(Beginning of INFORMATION PROVIDED)

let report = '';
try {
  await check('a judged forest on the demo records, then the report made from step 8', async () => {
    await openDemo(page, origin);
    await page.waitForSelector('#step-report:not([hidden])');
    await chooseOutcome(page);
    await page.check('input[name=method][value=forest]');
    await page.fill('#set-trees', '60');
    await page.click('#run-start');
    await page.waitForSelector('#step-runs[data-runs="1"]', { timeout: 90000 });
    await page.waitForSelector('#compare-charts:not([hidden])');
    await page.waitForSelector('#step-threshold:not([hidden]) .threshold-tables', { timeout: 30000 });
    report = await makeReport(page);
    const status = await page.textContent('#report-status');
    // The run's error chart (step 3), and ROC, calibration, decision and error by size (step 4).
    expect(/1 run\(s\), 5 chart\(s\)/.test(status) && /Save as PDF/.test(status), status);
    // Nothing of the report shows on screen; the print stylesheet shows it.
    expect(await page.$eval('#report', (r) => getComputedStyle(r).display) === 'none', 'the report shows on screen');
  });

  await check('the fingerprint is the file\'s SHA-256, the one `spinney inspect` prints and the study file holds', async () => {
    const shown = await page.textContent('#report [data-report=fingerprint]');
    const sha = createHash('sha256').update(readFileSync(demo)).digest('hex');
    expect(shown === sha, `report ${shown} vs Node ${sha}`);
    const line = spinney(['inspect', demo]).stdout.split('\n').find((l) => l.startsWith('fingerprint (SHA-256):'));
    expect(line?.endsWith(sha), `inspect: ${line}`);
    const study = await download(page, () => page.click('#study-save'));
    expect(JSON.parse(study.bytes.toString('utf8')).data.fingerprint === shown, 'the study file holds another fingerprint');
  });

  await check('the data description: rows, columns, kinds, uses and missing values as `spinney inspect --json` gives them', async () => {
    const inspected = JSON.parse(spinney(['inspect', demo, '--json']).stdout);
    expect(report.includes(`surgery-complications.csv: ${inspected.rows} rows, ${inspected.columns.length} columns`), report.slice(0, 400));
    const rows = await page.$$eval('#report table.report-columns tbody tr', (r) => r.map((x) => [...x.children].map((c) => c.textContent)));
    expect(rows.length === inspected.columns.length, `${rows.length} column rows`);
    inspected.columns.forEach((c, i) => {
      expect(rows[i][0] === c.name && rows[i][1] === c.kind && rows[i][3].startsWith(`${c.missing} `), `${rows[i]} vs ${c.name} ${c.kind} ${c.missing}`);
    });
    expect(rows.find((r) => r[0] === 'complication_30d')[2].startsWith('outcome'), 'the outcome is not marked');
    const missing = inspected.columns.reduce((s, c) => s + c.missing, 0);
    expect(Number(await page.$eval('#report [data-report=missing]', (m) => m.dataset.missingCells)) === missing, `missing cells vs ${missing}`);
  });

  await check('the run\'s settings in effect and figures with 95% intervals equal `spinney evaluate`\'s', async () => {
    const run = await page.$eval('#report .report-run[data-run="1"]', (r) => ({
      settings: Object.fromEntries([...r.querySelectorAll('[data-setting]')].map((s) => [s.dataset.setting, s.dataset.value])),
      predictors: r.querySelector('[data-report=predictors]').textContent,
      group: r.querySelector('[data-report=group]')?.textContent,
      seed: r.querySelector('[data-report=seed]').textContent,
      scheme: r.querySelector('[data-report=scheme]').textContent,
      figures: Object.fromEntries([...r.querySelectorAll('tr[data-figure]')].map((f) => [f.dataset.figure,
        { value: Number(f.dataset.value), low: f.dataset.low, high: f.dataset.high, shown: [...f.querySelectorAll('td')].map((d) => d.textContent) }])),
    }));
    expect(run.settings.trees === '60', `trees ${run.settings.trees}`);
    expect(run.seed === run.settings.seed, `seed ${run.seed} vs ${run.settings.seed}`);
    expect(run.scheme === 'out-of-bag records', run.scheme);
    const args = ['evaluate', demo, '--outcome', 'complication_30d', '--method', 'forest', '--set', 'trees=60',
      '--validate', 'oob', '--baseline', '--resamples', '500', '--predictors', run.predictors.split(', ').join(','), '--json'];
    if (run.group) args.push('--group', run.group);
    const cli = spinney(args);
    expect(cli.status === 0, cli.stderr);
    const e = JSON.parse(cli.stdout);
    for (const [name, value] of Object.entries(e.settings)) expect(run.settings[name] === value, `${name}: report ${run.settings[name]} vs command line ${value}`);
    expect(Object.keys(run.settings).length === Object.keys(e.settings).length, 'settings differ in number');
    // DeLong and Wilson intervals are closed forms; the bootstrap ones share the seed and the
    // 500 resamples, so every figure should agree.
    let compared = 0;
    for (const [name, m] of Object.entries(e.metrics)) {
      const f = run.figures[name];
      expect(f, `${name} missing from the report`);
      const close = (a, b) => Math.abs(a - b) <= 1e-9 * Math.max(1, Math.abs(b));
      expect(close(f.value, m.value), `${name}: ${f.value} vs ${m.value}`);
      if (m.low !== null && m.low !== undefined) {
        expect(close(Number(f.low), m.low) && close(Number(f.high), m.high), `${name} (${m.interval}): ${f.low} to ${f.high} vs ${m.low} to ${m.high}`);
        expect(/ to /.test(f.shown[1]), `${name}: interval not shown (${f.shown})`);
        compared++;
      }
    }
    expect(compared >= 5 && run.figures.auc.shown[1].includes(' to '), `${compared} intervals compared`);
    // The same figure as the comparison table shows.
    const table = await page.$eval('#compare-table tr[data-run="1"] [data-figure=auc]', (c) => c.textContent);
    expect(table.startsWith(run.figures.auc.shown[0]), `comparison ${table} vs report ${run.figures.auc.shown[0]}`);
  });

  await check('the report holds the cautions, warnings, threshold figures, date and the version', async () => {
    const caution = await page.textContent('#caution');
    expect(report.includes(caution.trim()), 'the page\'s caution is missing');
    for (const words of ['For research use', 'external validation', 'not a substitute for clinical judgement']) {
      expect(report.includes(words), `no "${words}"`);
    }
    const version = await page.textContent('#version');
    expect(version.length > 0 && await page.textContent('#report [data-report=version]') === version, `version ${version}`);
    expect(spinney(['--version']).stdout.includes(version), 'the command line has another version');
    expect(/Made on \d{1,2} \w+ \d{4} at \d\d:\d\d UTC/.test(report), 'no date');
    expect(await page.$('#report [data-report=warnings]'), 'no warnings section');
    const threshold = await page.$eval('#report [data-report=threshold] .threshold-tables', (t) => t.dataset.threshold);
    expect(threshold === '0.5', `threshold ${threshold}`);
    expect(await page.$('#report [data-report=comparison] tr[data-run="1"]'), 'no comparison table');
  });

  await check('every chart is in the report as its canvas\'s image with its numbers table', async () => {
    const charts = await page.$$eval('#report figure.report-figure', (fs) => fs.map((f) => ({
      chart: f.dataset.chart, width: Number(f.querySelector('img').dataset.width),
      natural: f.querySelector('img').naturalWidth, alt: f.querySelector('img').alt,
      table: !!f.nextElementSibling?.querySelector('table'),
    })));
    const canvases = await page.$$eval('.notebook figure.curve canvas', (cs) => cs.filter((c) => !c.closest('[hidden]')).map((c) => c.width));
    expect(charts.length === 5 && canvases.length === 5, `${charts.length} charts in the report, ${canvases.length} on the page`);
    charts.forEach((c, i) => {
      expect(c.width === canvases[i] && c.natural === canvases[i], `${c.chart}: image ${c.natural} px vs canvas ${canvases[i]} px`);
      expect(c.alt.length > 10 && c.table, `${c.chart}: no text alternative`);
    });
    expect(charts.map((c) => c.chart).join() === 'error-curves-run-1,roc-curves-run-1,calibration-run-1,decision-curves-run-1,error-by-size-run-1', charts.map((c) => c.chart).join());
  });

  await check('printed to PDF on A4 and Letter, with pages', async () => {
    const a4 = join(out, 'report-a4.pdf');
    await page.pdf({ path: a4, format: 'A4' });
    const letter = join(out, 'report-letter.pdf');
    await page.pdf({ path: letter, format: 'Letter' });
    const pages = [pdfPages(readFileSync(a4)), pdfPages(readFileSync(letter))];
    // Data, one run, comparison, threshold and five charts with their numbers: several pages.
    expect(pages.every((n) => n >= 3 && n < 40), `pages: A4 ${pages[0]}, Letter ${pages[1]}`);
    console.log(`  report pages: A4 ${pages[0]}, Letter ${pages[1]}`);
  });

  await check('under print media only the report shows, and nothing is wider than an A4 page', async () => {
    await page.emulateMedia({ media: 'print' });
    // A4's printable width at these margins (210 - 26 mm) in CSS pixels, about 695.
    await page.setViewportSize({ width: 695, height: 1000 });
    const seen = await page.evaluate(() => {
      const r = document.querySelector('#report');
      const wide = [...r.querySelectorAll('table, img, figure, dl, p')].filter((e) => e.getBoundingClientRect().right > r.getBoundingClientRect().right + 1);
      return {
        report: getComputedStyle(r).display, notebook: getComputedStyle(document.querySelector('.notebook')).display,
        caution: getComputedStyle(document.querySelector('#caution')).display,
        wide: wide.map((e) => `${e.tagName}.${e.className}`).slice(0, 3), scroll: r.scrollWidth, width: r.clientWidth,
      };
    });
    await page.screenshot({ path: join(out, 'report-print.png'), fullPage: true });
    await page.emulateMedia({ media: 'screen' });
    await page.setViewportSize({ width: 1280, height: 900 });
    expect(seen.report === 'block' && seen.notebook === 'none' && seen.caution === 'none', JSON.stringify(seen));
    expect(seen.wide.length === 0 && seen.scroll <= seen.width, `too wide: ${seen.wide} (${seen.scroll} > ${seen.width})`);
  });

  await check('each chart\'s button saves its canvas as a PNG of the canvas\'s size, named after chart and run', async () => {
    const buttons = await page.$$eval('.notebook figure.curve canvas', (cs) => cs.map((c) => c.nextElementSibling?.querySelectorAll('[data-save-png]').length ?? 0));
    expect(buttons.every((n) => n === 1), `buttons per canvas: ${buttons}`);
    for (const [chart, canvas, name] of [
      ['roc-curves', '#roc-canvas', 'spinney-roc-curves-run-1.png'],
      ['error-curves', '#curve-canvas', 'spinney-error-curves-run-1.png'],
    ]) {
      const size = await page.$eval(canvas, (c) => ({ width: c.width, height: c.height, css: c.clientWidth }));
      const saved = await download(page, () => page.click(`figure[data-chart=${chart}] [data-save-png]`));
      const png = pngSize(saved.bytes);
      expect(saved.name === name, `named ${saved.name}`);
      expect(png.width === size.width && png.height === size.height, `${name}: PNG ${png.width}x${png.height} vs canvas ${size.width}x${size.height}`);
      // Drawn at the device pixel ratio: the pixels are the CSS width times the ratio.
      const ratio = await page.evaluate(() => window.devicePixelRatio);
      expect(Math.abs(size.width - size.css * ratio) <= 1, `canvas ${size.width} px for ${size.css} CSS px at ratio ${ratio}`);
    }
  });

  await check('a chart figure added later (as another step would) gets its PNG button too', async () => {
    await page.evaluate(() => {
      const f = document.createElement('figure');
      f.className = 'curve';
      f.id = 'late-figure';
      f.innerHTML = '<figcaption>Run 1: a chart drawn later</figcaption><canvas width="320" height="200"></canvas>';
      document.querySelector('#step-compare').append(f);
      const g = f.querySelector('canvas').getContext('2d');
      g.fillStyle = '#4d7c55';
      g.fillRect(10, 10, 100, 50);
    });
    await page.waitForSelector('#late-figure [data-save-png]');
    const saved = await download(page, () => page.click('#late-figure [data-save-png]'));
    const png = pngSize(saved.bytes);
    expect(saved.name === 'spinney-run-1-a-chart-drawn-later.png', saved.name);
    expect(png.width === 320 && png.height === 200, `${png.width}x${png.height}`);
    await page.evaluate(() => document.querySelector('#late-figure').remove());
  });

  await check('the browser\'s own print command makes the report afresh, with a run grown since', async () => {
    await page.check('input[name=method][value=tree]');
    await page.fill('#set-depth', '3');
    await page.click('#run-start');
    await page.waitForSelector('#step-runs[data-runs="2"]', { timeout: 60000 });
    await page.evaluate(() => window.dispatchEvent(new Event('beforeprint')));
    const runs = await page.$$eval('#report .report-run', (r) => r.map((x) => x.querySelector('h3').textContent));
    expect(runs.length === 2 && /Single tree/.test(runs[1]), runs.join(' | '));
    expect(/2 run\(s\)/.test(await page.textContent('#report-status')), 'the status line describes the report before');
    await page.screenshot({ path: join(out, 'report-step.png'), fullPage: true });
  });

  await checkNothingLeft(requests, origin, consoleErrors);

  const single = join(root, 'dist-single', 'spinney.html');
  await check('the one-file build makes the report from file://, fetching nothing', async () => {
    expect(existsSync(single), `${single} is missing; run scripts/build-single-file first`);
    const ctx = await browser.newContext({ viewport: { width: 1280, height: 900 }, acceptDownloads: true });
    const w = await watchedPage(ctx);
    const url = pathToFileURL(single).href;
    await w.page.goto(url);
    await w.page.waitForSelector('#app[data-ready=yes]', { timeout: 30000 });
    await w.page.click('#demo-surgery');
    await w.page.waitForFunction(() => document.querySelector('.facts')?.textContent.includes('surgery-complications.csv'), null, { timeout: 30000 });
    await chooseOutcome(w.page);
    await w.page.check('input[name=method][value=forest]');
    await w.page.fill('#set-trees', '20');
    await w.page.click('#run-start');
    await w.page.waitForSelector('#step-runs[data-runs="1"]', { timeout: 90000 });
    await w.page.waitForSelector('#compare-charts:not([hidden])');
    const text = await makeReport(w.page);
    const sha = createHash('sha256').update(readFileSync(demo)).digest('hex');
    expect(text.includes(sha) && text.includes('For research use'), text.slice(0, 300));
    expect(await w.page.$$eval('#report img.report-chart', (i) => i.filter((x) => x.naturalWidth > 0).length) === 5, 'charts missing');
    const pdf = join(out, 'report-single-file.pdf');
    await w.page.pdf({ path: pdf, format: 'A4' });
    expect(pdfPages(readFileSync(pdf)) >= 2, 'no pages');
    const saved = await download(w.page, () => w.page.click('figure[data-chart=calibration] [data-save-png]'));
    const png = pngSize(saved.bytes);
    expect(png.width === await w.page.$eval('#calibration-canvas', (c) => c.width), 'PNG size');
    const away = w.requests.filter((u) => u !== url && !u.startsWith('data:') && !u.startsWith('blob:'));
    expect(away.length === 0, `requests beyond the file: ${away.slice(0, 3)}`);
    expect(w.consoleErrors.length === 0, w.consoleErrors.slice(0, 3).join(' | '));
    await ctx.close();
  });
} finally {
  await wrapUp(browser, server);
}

(End of INFORMATION PROVIDED)

PROBLEM DESCRIPTION:
Working from the data above, extract solely the lines from the one containing "inspected.columns.forEach((c, i) =>" through the one containing "expect(rows.find((r) => r[0]", exactly as they appear, both included.

TASK SOLUTION:
    inspected.columns.forEach((c, i) => {
      expect(rows[i][0] === c.name && rows[i][1] === c.kind && rows[i][3].startsWith(`${c.missing} `), `${rows[i]} vs ${c.name} ${c.kind} ${c.missing}`);
    });
    expect(rows.find((r) => r[0] === 'complication_30d')[2].startsWith('outcome'), 'the outcome is not marked');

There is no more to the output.